I awoke about at about 6 on Saturday morning and left my room at around 6:45 or so. I headed out hoping to find a coffee shop that was open, however Victoria seemed to be still mostly asleep at 7. So I strolled along the waterfront and found a place that was just opening and popped in for cup of coffee and a danish. I then proceeded to the small station located just across the Johnson Street Bridge. I checked in at the station and received my tickets. There was a good number of people waiting to board many using it as basic transportation and some like myself just a Saturday excursion. Shortly the single RDC slowly crossed over the drawbridge pulled into the depot. I boarded and found myself a window seat. I settled in and watched the backyards of Victoria go by as we trundled along the grass covered jointed rail. The "conductor" came by and collected tickets. He wore no uniform and was dressed in jeans and polo and took his time to chat with the passengers. We soon left civilization and proceeded into the forest and through a mountainous area, with some the highest trestles Ive seen in my travels. We arrived in Courtney at about 1:00, about 15 minutes late. However unlike my travels on Amtrak, no one complained, and no one seemed to be in a hurry. We stayed in Courtney for only 20 or 25 minutes while the conductor reversed the seats. I reboarded and took out "Waiting on a Train" which I had been meaning to read. For the next four hours I read quietly and dozed off a few times. We slowly pulled into Victoria and I detrained feeling refreshed. As I walked back to my hotel, I reflected on my little journey. I surmised that this must be the train time forgot (even after my trip on the Canadian), the train that didn't survive back in the states.... the local making stops in the middle of nowhere to let that single person off.....that local flavor......the simple unrushed nature of people who don't have to be there yesterday. Sure there were a fair share of tourists on board but it just felt different and I liked that. Perhaps the only thing that would have improved the atmosphere would have been a voyage on a Canadian Pacific steamship to Seattle instead of the clipper, but only in dreams I guess.


----------



## NS VIA Fan (Sep 13, 2010)

NorthCoastHiawatha said:


> So I headed up to Victoria for a little weekend getaway before my college classes start again. So I decided that since I had not ridden the "Malahat"...... excuse me now just the Victoria-Courtney train.


Thanks for the report......brought back memories of a trip on the Malahat in 2002. Before we left Victoria I was taking pictures and had been spotted by the conductor. (yes, this is one of the few VIA trains that still have a conductor) As he was collecting tickets he asked me if I was a railfan and north of Nanaimo, I was even offered a cab ride!
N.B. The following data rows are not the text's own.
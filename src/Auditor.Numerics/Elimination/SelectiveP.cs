using Auditor.Numerics.Factor;
using Auditor.Numerics.GroupTests;

namespace Auditor.Numerics.Elimination;

/// <summary>
/// p of a left-out group given that a backward elimination on the same rows left it out. Null: E(y) in col(F), so that every other dropped group is without effect
/// too; errors normal, independent, of equal variance. Given P_F y, RSS(F), u_z and u_r (<see cref="ResponseCircle"/>) only theta is random, with
/// tan² theta df2/df1 on F(df1, df2), df1 = rank the group adds, df2 = n - rank(F + group). E holds the theta at which the rule, replayed from all
/// candidates, ends in the reported model, by any path; p = P(theta >= theta observed, E)/P(E), uniform under the null.
/// </summary>
/// <remarks>
/// After Loftus and Taylor 2015 and Rügamer and Greven 2018 (from memory). E is found on a grid of quantiles of the law of theta and its ends by bisection: a hole between two
/// neighbours of the grid that agree is not seen. Verified against tests/vectors/selective_p.json (another implementation in numpy) and by draws of whole responses.
/// </remarks>
public static class SelectiveP
{
    /// <param name="path">The rule's path on the same rows; it must end in the reported model.</param>
    public static TestResult Of(AddedGroup group, Candidates candidates, DroppingRule rule, EliminationPath path)
    {
        if (path.Impediment is Impediment none)
        {
            return TestResult.None(none);
        }

        return !path.EndsInReported ? TestResult.None(Impediment.RuleEndsElsewhere) : PartialF.Of(group) switch
        {
            FTest test => Given(ResponseCircle.Of(group), new SelectionEvent(group.Final.Factor, candidates, rule), new ThetaLaw(test.Df1, test.Df2)),
            PerfectWithGroup => TestResult.None(Impediment.PerfectWithGroup),
            var without => without,
        };
    }

    private static TestResult Given(ResponseCircle circle, SelectionEvent selection, ThetaLaw law)
    {
        var found = selection.On(circle, law.Grid(circle.Tangent));
        if (found.Count == 0)
        {
            return TestResult.None(Impediment.SelectionHangsOnRounding);
        }

        var whole = LogSum(found.Select(interval => law.LogBetween(interval.From, interval.To)));
        var beyond = LogSum(found.Where(interval => interval.To > circle.Tangent)
            .Select(interval => law.LogBetween(Math.Max(interval.From, circle.Tangent), interval.To)));
        var log = Math.Min(0, beyond - whole);
        return double.IsNaN(log) || double.IsInfinity(whole)
            ? TestResult.None(Impediment.SelectionHangsOnRounding)
            : new SelectiveTest(Math.Exp(log), log, Math.Exp(Math.Min(0, whole)), Math.Atan(circle.Tangent), found);
    }

    private static double LogSum(IEnumerable<double> logs)
    {
        double[] all = [.. logs];
        var largest = all.DefaultIfEmpty(double.NegativeInfinity).Max();
        return double.IsInfinity(largest) ? largest : largest + Math.Log(all.Sum(log => Math.Exp(log - largest)));
    }
}

/// <summary>A selective p.</summary>
/// <param name="Selection">P(E): how often, under the null and given the rest, the rule would have left the same groups out.</param>
/// <param name="Theta">Observed, in radians.</param>
/// <param name="Event">The intervals of E, ascending.</param>
public sealed record SelectiveTest(double Probability, double LogP, double Selection, double Theta, IReadOnlyList<TangentInterval> Event) : TestResult
{
    public override double? P => Probability;
}

/// <summary>An interval of tan theta, 0 to infinity at most.</summary>
public readonly record struct TangentInterval(double From, double To);
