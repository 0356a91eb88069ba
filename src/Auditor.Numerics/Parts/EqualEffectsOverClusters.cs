using Auditor.Numerics.GroupTests;

namespace Auditor.Numerics.Parts;

/// <summary>
/// Score test over clusters, equal effects imposed. Null as in <see cref="EqualEffectsF"/>, without a claim on variances. LM = phi d'M^-1 d with M = sum_c s_c s_c', s_c the
/// sum over a cluster, in whatever parts its rows lie, of Q_d's rows times the residual of F x part + Z; F and degrees of freedom as in <see cref="ClusterF"/>. Errors of
/// different clusters independent, anything within.
/// </summary>
/// <remarks>As <see cref="ClusterF"/>. Verified against it with the columns of both models written out.</remarks>
public static class EqualEffectsOverClusters
{
    /// <param name="clusters">Null when their products were too many to be kept.</param>
    public static TestResult Of(EffectContrast contrast, ContrastSums? clusters) => Form(contrast, clusters, clusters is null ? null : clusters.Score);

    /// <summary>The form with the contrast's own fitted part in place of the residuals: p cannot fall much below its p, however different the effects.</summary>
    public static TestResult Ceiling(EffectContrast contrast, ContrastSums? clusters) => Form(contrast, clusters, clusters is null ? null : clusters.FittedScore);

    private static TestResult Form(EffectContrast contrast, ContrastSums? clusters, Quadratic.Vector? scores)
    {
        if (contrast.Why() is Impediment impediment)
        {
            return TestResult.None(impediment);
        }

        return clusters is null || scores is null
            ? TestResult.None(Impediment.TooManyClusters)
            : ClusterF.Form(contrast.U, clusters.Count, clusters.Contributing, scores, clusters.Phi, contrast.ScoreScale);
    }
}
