using Auditor.Numerics.Factor;

namespace Auditor.Numerics.Elimination;

/// <summary>
/// The responses that agree with the observed one in everything but how much of what F leaves over the group explains:
/// y(theta) = P_F y + rho (cos theta u_r + sin theta u_z), rho² = RSS(F), u_z the unit projection of M_F y on Z~, u_r the unit residual of F + group.
/// theta runs from 0 to pi/2; tan² theta df2/df1 is the partial F.
/// </summary>
internal sealed class ResponseCircle
{
    private ResponseCircle(ColumnMatrix parts, double tangent) => (Parts, Tangent) = (parts, tangent);

    /// <summary>P x 3: P_F y, rho u_r and rho u_z in the coordinates of R.</summary>
    public ColumnMatrix Parts { get; }

    /// <summary>tan theta of the observed response.</summary>
    public double Tangent { get; }

    /// <summary>The coordinates of y(theta) on the three parts.</summary>
    public static void At(double tangent, Span<double> t)
    {
        var secant = double.Hypot(1, tangent);
        (t[0], t[1], t[2]) = (1, 1 / secant, tangent / secant);
    }

    /// <summary>The group must add rank, and neither fit be perfect.</summary>
    public static ResponseCircle Of(AddedGroup group)
    {
        var factor = group.Final.Factor;
        var (size, candidates) = (factor.R.Rows, factor.Layout.FinalColumns + group.Columns.Count);
        int[] columns = [.. Enumerable.Range(0, factor.Layout.FinalColumns), .. group.Columns];
        var matrix = new ColumnMatrix(size, candidates + 1 + size);
        for (var c = 0; c < candidates; c++)
        {
            factor.R.Column(columns[c]).CopyTo(matrix.Column(c));
        }

        factor.R.Column(factor.Layout.Response).CopyTo(matrix.Column(candidates));
        for (var k = 0; k < size; k++)
        {
            matrix[k, candidates + 1 + k] = 1;
        }

        // The identity, carried along, becomes Q': row k holds the k-th direction in the coordinates of R.
        var reduction = Reduction.Of(factor, matrix, null, candidates, 0, position => columns[position]);
        var (rank, with) = (reduction.Kept.Count(position => position < factor.Layout.FinalColumns), reduction.Kept.Count);
        var y = reduction.Rotated.Column(candidates).ToArray();
        var (explained, residual) = (Length(y[rank..with]), Length(y[with..]));
        var rho = double.Hypot(explained, residual);
        var parts = new ColumnMatrix(size, 3);
        Combine(reduction.Rotated, candidates + 1, y, 0, rank, 1, parts.Column(0));
        Combine(reduction.Rotated, candidates + 1, y, with, size, rho / residual, parts.Column(1));
        Combine(reduction.Rotated, candidates + 1, y, rank, with, rho / explained, parts.Column(2));
        return new ResponseCircle(parts, explained / residual);
    }

    private static double Length(double[] values) => Math.Sqrt(BlockKernels.Dot(values, values));

    private static void Combine(ColumnMatrix rotated, int identity, double[] y, int from, int to, double scale, Span<double> into)
    {
        for (var i = 0; i < into.Length; i++)
        {
            into[i] = scale * BlockKernels.Dot(rotated.Column(identity + i)[from..to], y.AsSpan(from, to - from));
        }
    }
}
A great little train and well used by tourists and locals too. The day I rode we had two RDC units and mostly full. This is a train that’s had more than nine-lives......CP first applied to abandon the route in the 1970s. Today they are even talking about expanding the service to provide a commuter route into Victoria.


----------



## Heading North (Sep 13, 2010)

This reminded me of my trip from Victoria to Nanaimo last year. It is a great little train--there was a small schoolgroup boarding in Duncan to head to the beach, and a dog that apparently chases the train on every trip. So glad you enjoyed it!


----------



## DirkVanElsingen (Sep 14, 2010)

I also rode with the Malahat in Oct.2008 from Victoria to Nanaimo and back.

It turned out to be the biggest adventure of my vacation!

I started at 8.00 AM on a Monday,and arrived in Nanaimo at 10.35 AM.

The Nanaimo Train-Station was burned out several months before so the container used as a station was *um* disapointing in a funny way......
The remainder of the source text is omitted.